But a full day after his death, and even as the United States offered its condolences and voiced fears about the delay in the transfer of power, state media was still insisting that Mutharika was in South Africa for treatment.
News of the 78-year-old's death nevertheless trickled into the country through foreign radio, private local media and social networks.
"The president died yesterday, and his body has been flown to South Africa for embalming and for the process to be dignified," a government official, speaking on condition of anonymity, told AFP.
"The official announcement will come later on," the source added.
But the government's refusal to announce Mutharika's death has heightened fears of a political crisis in Malawi.
For while under the terms of the constitution, Vice President Joyce Banda should immediately take office, she was expelled from the ruling party in 2010.
She formed her own People's Party after Mutharika anointed his brother Peter as his successor, and one source close to Mutharika's party said his allies were trying to keep Banda from power.

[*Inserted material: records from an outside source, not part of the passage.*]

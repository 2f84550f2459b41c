//! The reader: walks the parsed TOML along the table of keys and checks every value by itself.

use std::borrow::Cow;
use std::collections::BTreeMap;
use std::ops::Range;

use toml::Spanned;
use toml::de::{DeTable, DeValue};

use super::Remark;
use super::keys::{Key, Kind, MISNOMERS, Magnitude, Table};
use crate::source::{Diagnostic, nearest, one_of};

/// Longest text value, characters.
const LONGEST_TEXT: usize = 200;
/// Longest free text and longest item of a list, characters.
const LONGEST_PROSE: usize = 10_000;
/// Most keys of a table that are looked at one by one.
const MOST_KEYS: usize = 200;

/// What the walk finds on its way.
pub(super) struct Findings {
    /// The table of the whole file, in which misplaced keys are looked for.
    root: &'static Table,
    /// Faults: the file is refused.
    pub(super) faults: Vec<Diagnostic>,
    /// Remarks.
    pub(super) remarks: Vec<Remark>,
}

impl Findings {
    /// None yet, in a file whose keys are those of `root`.
    pub(super) fn in_file_of(root: &'static Table) -> Self {
        Self {
            root,
            faults: Vec::new(),
            remarks: Vec::new(),
        }
    }
}

/// A value in its place; without one where it was refused.
#[derive(Clone, Debug)]
pub(super) struct Given<T> {
    /// Bytes of the key.
    pub(super) key: Range<usize>,
    /// Bytes of the value.
    pub(super) span: Range<usize>,
    /// The value; `None` after a complaint.
    pub(super) value: Option<T>,
}

/// The value of a key, if the key is there.
pub(super) type Field<T> = Option<Given<T>>;

/// A table of the file, its keys checked one by one.
#[derive(Clone, Debug)]
pub(super) struct Values {
    /// Bytes of its head, or of all of it where it is written inline.
    pub(super) span: Range<usize>,
    entries: BTreeMap<&'static str, Given<Value>>,
}

#[derive(Clone, Debug)]
enum Value {
    Text(String),
    Flag(bool),
    Count(u64),
    Number(f64),
    Texts(Vec<(Range<usize>, String)>),
    Numbers(Vec<(Range<usize>, f64)>),
    Table(Values),
    Named(Vec<(String, Given<Values>)>),
    Rows(Vec<Values>),
}

impl Values {
    fn take<T>(&mut self, name: &str, convert: impl Fn(Value) -> Option<T>) -> Field<T> {
        self.entries.remove(name).map(|given| Given {
            key: given.key,
            span: given.span,
            value: given.value.and_then(convert),
        })
    }

    /// Names of the keys that are there, refused values among them.
    pub(super) fn names(&self) -> impl Iterator<Item = &'static str> {
        self.entries.keys().copied()
    }

    pub(super) fn text(&mut self, name: &str) -> Field<String> {
        self.take(name, |value| match value {
            Value::Text(text) => Some(text),
            _ => None,
        })
    }

    pub(super) fn flag(&mut self, name: &str) -> Field<bool> {
        self.take(name, |value| match value {
            Value::Flag(flag) => Some(flag),
            _ => None,
        })
    }

    pub(super) fn count(&mut self, name: &str) -> Field<u64> {
        self.take(name, |value| match value {
            Value::Count(count) => Some(count),
            _ => None,
        })
    }

    pub(super) fn number(&mut self, name: &str) -> Field<f64> {
        self.take(name, |value| match value {
            Value::Number(number) => Some(number),
            _ => None,
        })
    }

    pub(super) fn texts(&mut self, name: &str) -> Field<Vec<(Range<usize>, String)>> {
        self.take(name, |value| match value {
            Value::Texts(texts) => Some(texts),
            _ => None,
        })
    }

    pub(super) fn numbers(&mut self, name: &str) -> Field<Vec<(Range<usize>, f64)>> {
        self.take(name, |value| match value {
            Value::Numbers(numbers) => Some(numbers),
            _ => None,
        })
    }

    pub(super) fn table(&mut self, name: &str) -> Field<Values> {
        self.take(name, |value| match value {
            Value::Table(values) => Some(values),
            _ => None,
        })
    }

    pub(super) fn named(&mut self, name: &str) -> Field<Vec<(String, Given<Values>)>> {
        self.take(name, |value| match value {
            Value::Named(tables) => Some(tables),
            _ => None,
        })
    }

    pub(super) fn rows(&mut self, name: &str) -> Field<Vec<Values>> {
        self.take(name, |value| match value {
            Value::Rows(rows) => Some(rows),
            _ => None,
        })
    }
}

/// The whole file.
pub(super) fn read(table: &DeTable<'_>, findings: &mut Findings) -> Values {
    values(findings.root, 0..0, table, findings)
}

fn values(
    table: &'static Table,
    span: Range<usize>,
    found: &DeTable<'_>,
    findings: &mut Findings,
) -> Values {
    let mut entries = BTreeMap::new();
    let too_many = found.len() > MOST_KEYS;
    if too_many {
        findings.faults.push(
            Diagnostic::new(span.clone(), format!("{} keys in one table", found.len()))
                .with_help(format!("known are {}", one_of(table.names()))),
        );
    }
    for (name, value) in found {
        let (key, checked) = match table.key(name.get_ref()) {
            Some(key) => (Some(key), checked(key, value, findings)),
            None if too_many => continue,
            None => (unknown(table, name, findings), None),
        };
        let given = Given {
            key: name.span(),
            span: value.span(),
            value: checked,
        };
        match key {
            Some(key) if key.name == name.get_ref() => {
                entries.insert(key.name, given);
            }
            // The key that was meant counts as given: one slip makes one complaint.
            Some(meant) => {
                entries.entry(meant.name).or_insert(given);
            }
            None => {}
        }
    }
    Values { span, entries }
}

/// Complains about a key that is not in the table, and returns the one that was probably meant.
fn unknown(
    table: &'static Table,
    name: &Spanned<Cow<'_, str>>,
    findings: &mut Findings,
) -> Option<&'static Key> {
    let word = name.get_ref();
    let misnomer = MISNOMERS
        .iter()
        .filter_map(|misnomer| Some((misnomer, table.key(misnomer.meant)?)))
        .find(|(misnomer, _)| misnomer.word == word);
    let near = || nearest(word, table.names()).and_then(|name| table.key(name));
    let (help, meant) = if let Some((misnomer, key)) = misnomer {
        (misnomer.help.to_owned(), Some(key))
    } else if let Some(key) = near() {
        (format!("did you mean `{}`?", key.name), Some(key))
    } else if let Some(path) = home(findings.root, word, 0) {
        (format!("`{word}` belongs in {path}"), None)
    } else {
        (format!("known here: {}", one_of(table.names())), None)
    };
    let message = format!("unknown key `{}` {}", brief(word), place_of(table));
    findings
        .faults
        .push(Diagnostic::new(name.span(), message).with_help(help));
    meant
}

fn place_of(table: &Table) -> String {
    match table.path {
        "" => "of the file".to_owned(),
        "layers" => "of [[layers]]".to_owned(),
        path => format!("of [{path}]"),
    }
}

/// Where a key of this name would be known. Tables nest three deep; a row holds rows.
fn home(table: &'static Table, word: &str, depth: usize) -> Option<String> {
    let here = || match table.path {
        "" => "the file, above the first table".to_owned(),
        "layers" => "[[layers]]".to_owned(),
        path => format!("[{path}]"),
    };
    if table.key(word).is_some() {
        return Some(here());
    }
    table.keys.iter().find_map(|key| match &key.kind {
        Kind::Table(inner) | Kind::Named(inner) | Kind::Rows(inner) if depth < 3 => {
            home(inner, word, depth + 1)
        }
        _ => None,
    })
}

/// A word of the file, short enough for a message.
pub(super) fn brief(word: &str) -> String {
    const LONGEST: usize = 40;
    if word.chars().count() <= LONGEST {
        return word.to_owned();
    }
    let start: String = word.chars().take(LONGEST).collect();
    format!("{start}...")
}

"The inner circle of the ruling Democratic Progressive Party has been meeting secretly to thwart Joyce Banda from becoming president," the source told AFP.
"They want to push forward the name of Peter Mutharika as acting president until 2014," the source added.
"The idea of flying his remains to South Africa was to buy time, for embalming and for a dignified funeral as he will come back in a very expensive casket," the source said.
In the midst of the news blackout, Banda called a news conference at her home in the capital Lilongwe to denounce the government for failing to come clean, and to make it clear that she was next in line for the presidency.
"The people of Malawi have the right to know about the state of health of the president," Banda said, in remarks carried live on private radio.
"I would like to appeal to all Malawians and the international community, that we should adhere to the constitution of the Republic of Malawi (which) states that if the president is incapacitated, the vice president shall assume office."
Washington, which last year joined many donors in suspending aid to Malawi over concerns about Mutharika's governance, threw its support behind Banda.
"Malawi's constitution lays out a clear path for succession and we expect it to be observed," Johnnie Carson, the assistant secretary of state for African affairs, said in a statement.
"We are concerned about the delay in the transfer of power. We trust that the vice president who is next in line will be sworn in shortly."
Mutharika, a former World Bank economist who first came to power in 2004, was re-elected with a sweeping majority in 2009 as president of the poor southern African country.
But he increasingly came under fire for attempts to rein in the media and to shield the government from public criticism.
His feuds with donors and lenders such as the International Monetary Fund have hamstrung the economy in this aid-dependent nation. Now Malawi is suffering from shortages of foreign currency that have left it unable to import enough fuel.
When public frustration erupted into nationwide street protests in July, police shot 19 people dead. Last month, a broad coalition of rights groups called on Mutharika to resign.
Malawi suffered for decades under the brutal dictatorship of Kamuzu Banda, and is proud of the hard-fought democratic freedoms that were ushered in with multi-party elections in 1994.
Any attempt to circumvent the constitution would certainly meet with resistance, analysts said.
"It's automatic that she takes over the presidency," lawyer Wapona Kita told AFP. "The reality on the ground is that Joyce Banda takes over until the remainder of the term in 2014, unless someone wants to change the rules."